I started planning my trip to Russia last October and got my ticket by April. What’s great is that you don’t need a visa entry if you have a ticket to the matches; you can enter via your FAN ID. When I stepped inside Moscow airport, there were banners of FIFA all around, even around the city. The city wore an air of celebration.
I flew from London, where I study, to Russia for two games: Russia vs Saudi Arabia in Moscow and Iran vs Morocco in Saint Petersburg. The matches were electrifying to say the least. I was sitting with the Russians for the first match, and even they were taken aback by the 5-0 win that they scored. They believe they are good at ice hockey, but football, they never expected; even the jerseys they were wearing were the hockey ones!
Before the matches, we gathered at the Kitai-gorod, near the Red Square. Fans from all across the world — Peru, Egypt, Russia, Saudi Arabia, Iran, Mexico — had come there, singing their national anthems, their team songs and folk songs, and chanting in support of their country. Still, it didn’t feel like we were part of different groups. Nationality was not a barrier; everyone was just a football fan at heart.
I attended the Iran vs Morocco match with a Moroccan friend. We ended up making random friends from the Moroccan crowd and all of us went to dinner together. There, we were joined by Iranian fans. There was no tension at the table; the Iranians, who had won because Morocco scored a goal against itself, were very polite about it and congratulated the Moroccans on a good game.
I also enjoyed the food there; the syrniki (cottage cheese pancakes) and pelmeni (dumplings) were delicious. Most cafés and pubs had the matches playing on their TV screens, with the customers singing Russian folk songs. But the Fan Fest was where the crowds were gathered at. The Fan Fest is generally located in popular touristy locations like Sparrow Hills in Moscow and the Konyushennaya Square in Saint Petersburg, which has a huge screen on a colourful stage, and where there are other cultural performances. You can see hundreds of fans — from eight-year-olds to 80-year-olds — waving their flags; it’s beautiful.

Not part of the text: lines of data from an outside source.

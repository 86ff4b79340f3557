import type { StreamState } from '../model/stream.ts';
import type { Mixture } from '../properties/mixture.ts';
import { stateSlopes } from '../properties/state-slopes.ts';
import type { ReactionRun } from './reaction-run.ts';

/**
 * Derivatives on their way through adiabatic reactors. As no bed changes it, the enthalpy stands in the place of the
 * temperature: every matrix has rows of the flows, the enthalpy and the pressure, and columns of an inlet's flows,
 * temperature and pressure. Each method is false where there are none.
 */
export interface EnthalpySlopes {
  /** The derivatives of a settled stream in its own variables. */
  enter(stream: StreamState, matrix: Float64Array): boolean;
  /** The stream is brought to a set temperature at which it stands now. */
  setTemperature(stream: StreamState, matrices: readonly Float64Array[]): boolean;
  /** The stream has reacted to `out`, at the enthalpy that it had. */
  react(run: ReactionRun, out: StreamState, matrices: readonly Float64Array[]): boolean;
  /** The same, with the temperature of `out` in the place of its enthalpy. */
  reactAndLeave(run: ReactionRun, out: StreamState, matrices: readonly Float64Array[]): boolean;
}

/** @see EnthalpySlopes; the work space is kept. */
export function createEnthalpySlopes(mixture: Mixture): EnthalpySlopes {
  const { size } = mixture;
  const width = size + 2;
  const state = stateSlopes(size);
  const { enthalpy } = state;
  const reacted = new Float64Array(size * width);
  /** what a mole of feed, a kelvin and a pascal add to the enthalpy of the outlet, its reactions following */
  const held = new Float64Array(width);
  const fed = new Float64Array(width);

  function setHeld(): void {
    for (let j = 0; j < width; j++) {
      let sum = j < size ? 0 : enthalpy[j];
      for (let i = 0; i < size; i++) sum += enthalpy[i] * reacted[i * width + j];
      held[j] = sum;
    }
  }

  function carry(matrix: Float64Array, leaves: boolean): void {
    for (let k = 0; k < width; k++) {
      for (let j = 0; j < width; j++) fed[j] = matrix[j * width + k];
      let missing = fed[size] - held[size + 1] * fed[size + 1];
      for (let j = 0; j < size; j++) missing -= held[j] * fed[j];
      const kelvin = missing / held[size];
      if (leaves) matrix[size * width + k] = kelvin;
      fed[size] = kelvin;
      for (let i = 0; i < size; i++) {
        let sum = 0;
        for (let j = 0; j < width; j++) sum += reacted[i * width + j] * fed[j];
        matrix[i * width + k] = sum;
      }
    }
  }

  function through(
    run: ReactionRun,
    out: StreamState,
    matrices: readonly Float64Array[],
    leaves: boolean,
  ): boolean {
    if (!run.slopes(out.temperatureK, out.pressurePa, reacted)) return false;
    if (!mixture.slopes(out, 'enthalpy', state)) return false;
    setHeld();
    if (!(held[size] > 0)) return false;
    for (const matrix of matrices) carry(matrix, leaves);
    return true;
  }

  return {
    enter(stream, matrix) {
      if (!mixture.slopes(stream, 'enthalpy', state)) return false;
      matrix.fill(0);
      for (let i = 0; i < size; i++) matrix[i * width + i] = 1;
      matrix.set(enthalpy, size * width);
      matrix[width * width - 1] = 1;
      return true;
    },
    setTemperature(stream, matrices) {
      if (!mixture.slopes(stream, 'enthalpy', state)) return false;
      for (const matrix of matrices) {
        for (let k = 0; k < width; k++) {
          let sum = enthalpy[size + 1] * matrix[(size + 1) * width + k];
          for (let j = 0; j < size; j++) sum += enthalpy[j] * matrix[j * width + k];
          matrix[size * width + k] = sum;
        }
      }
      return true;
    },
    react: (run, out, matrices) => through(run, out, matrices, false),
    reactAndLeave: (run, out, matrices) => through(run, out, matrices, true),
  };
}
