import { R } from '../properties/constants.ts';
import type { Mixture } from '../properties/mixture.ts';

/** Coldest and hottest gas looked for inside a bed [K]. */
const COLDEST = 150;
const HOTTEST = 3000;
const MAX_STEPS = 40;

/** Temperature of a gas from its enthalpy, as often as an integrator asks. */
export interface GasHeat {
  /**
   * T at which the amounts, all of them gas, hold an enthalpy, by secants from `start`; held to 150–3000 K.
   * @param P [Pa]  @param amounts [mol/s]  @param enthalpyW formation enthalpies included [W]
   */
  temperature(start: number, P: number, amounts: Float64Array, enthalpyW: number): number;
  /** enthalpy of the amounts as gas [W] */
  enthalpy(T: number, P: number, amounts: Float64Array): number;
}

/** The same enthalpies as those of the mixture's streams, phases left out: nothing condenses in a bed. */
export function createGasHeat(mixture: Mixture): GasHeat {
  const { components, gas, idealGas, size } = mixture;
  const h = new Float64Array(size);
  const y = new Float64Array(size);
  const inGas = Uint8Array.from(components, (c) => (c.solid ? 0 : 1));

  function enthalpy(T: number, P: number, amounts: Float64Array): number {
    idealGas.enthalpies(T, h);
    let total = 0;
    let sum = 0;
    for (let i = 0; i < size; i++) {
      sum += amounts[i] * h[i];
      total += inGas[i] * amounts[i];
    }
    if (!(total > 0)) return sum;
    for (let i = 0; i < size; i++) y[i] = (inGas[i] * amounts[i]) / total;
    return sum + total * gas.enthalpyDeparture(T, P, y);
  }

  return {
    enthalpy,
    temperature(start, P, amounts, enthalpyW) {
      let flow = 0;
      for (let i = 0; i < size; i++) flow += amounts[i];
      if (!(flow > 0)) return start;
      // 1e-13 of the temperature for a gas with the heat capacity of a monatomic one
      const tolerance = 1e-13 * 2.5 * R * flow * start;
      let T = start;
      let error = enthalpy(T, P, amounts) - enthalpyW;
      idealGas.heatCapacities(T, h);
      let slope = 0;
      for (let i = 0; i < size; i++) slope += amounts[i] * h[i];
      for (let step = 0; step < MAX_STEPS && Math.abs(error) > tolerance; step++) {
        const next = Math.min(Math.max(T - error / slope, 0.7 * T, COLDEST), 1.4 * T, HOTTEST);
        if (next === T) break;
        const errorNext = enthalpy(next, P, amounts) - enthalpyW;
        const secant = (errorNext - error) / (next - T);
        // Rounding may spoil the secant of two neighbours; the heat capacity is never far from the last one.
        if (Math.abs(next - T) > 1e-9 * T && secant > 0) slope = secant;
        T = next;
        error = errorNext;
      }
      return T;
    },
  };
}
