/**
 * The pressure ratio of each stage: equal ratios take the least work. With a drop p in each cooler it solves
 *   (…((P₁ r − p) r − p)…) r = P₂,
 * which rises with r, by halving.
 */
export function stageRatio(inletPa: number, targetPa: number, stages: number, dropPa: number): number {
  const plain = (targetPa / inletPa) ** (1 / stages);
  if (dropPa === 0 || stages === 1) return plain;
  const reaches = (ratio: number) => {
    let pressurePa = inletPa;
    for (let k = 1; k < stages; k++) pressurePa = pressurePa * ratio - dropPa;
    return pressurePa > 0 ? pressurePa * ratio : 0;
  };
  let low = plain;
  let high = plain + 1;
  while (reaches(high) < targetPa) high *= 2;
  for (let step = 0; step < 60 && high - low > 1e-15 * high; step++) {
    const middle = 0.5 * (low + high);
    if (reaches(middle) < targetPa) low = middle;
    else high = middle;
  }
  return 0.5 * (low + high);
}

I had always wanted to go to Russia; it’s a country rich in history. I wanted to see if the stereotypes set by the Western media were true. They are not. Moscow, especially, was like any other Western city, except that they don’t speak English. Yes, communication with the locals and volunteers at the information desks was a bit of a problem, but once I started using Google Translate and tried speaking in Russian, I found them to be very friendly and helpful. One thing I found striking was the line of Western brand stores just yards away from Lenin’s Mausoleum.
Moscow is unique in the sense that it has mixed the old and new very well: on one hand, it has these stately ancient cathedrals, and on the other, it has a modern skyline. Everything looks very bright there. Saint Petersburg, on the other hand, was relatively quieter and less modern than Moscow, with a lot of palaces and canals. I would go sightseeing in between matches, ambling through parks, churches and museums; it was pleasant sunny weather.
Though I stayed there for only two matches, I have to say this is an experience of a lifetime; one that I will carry with me back home — along with the gzhel pottery and fridge magnets that I bought as souvenirs.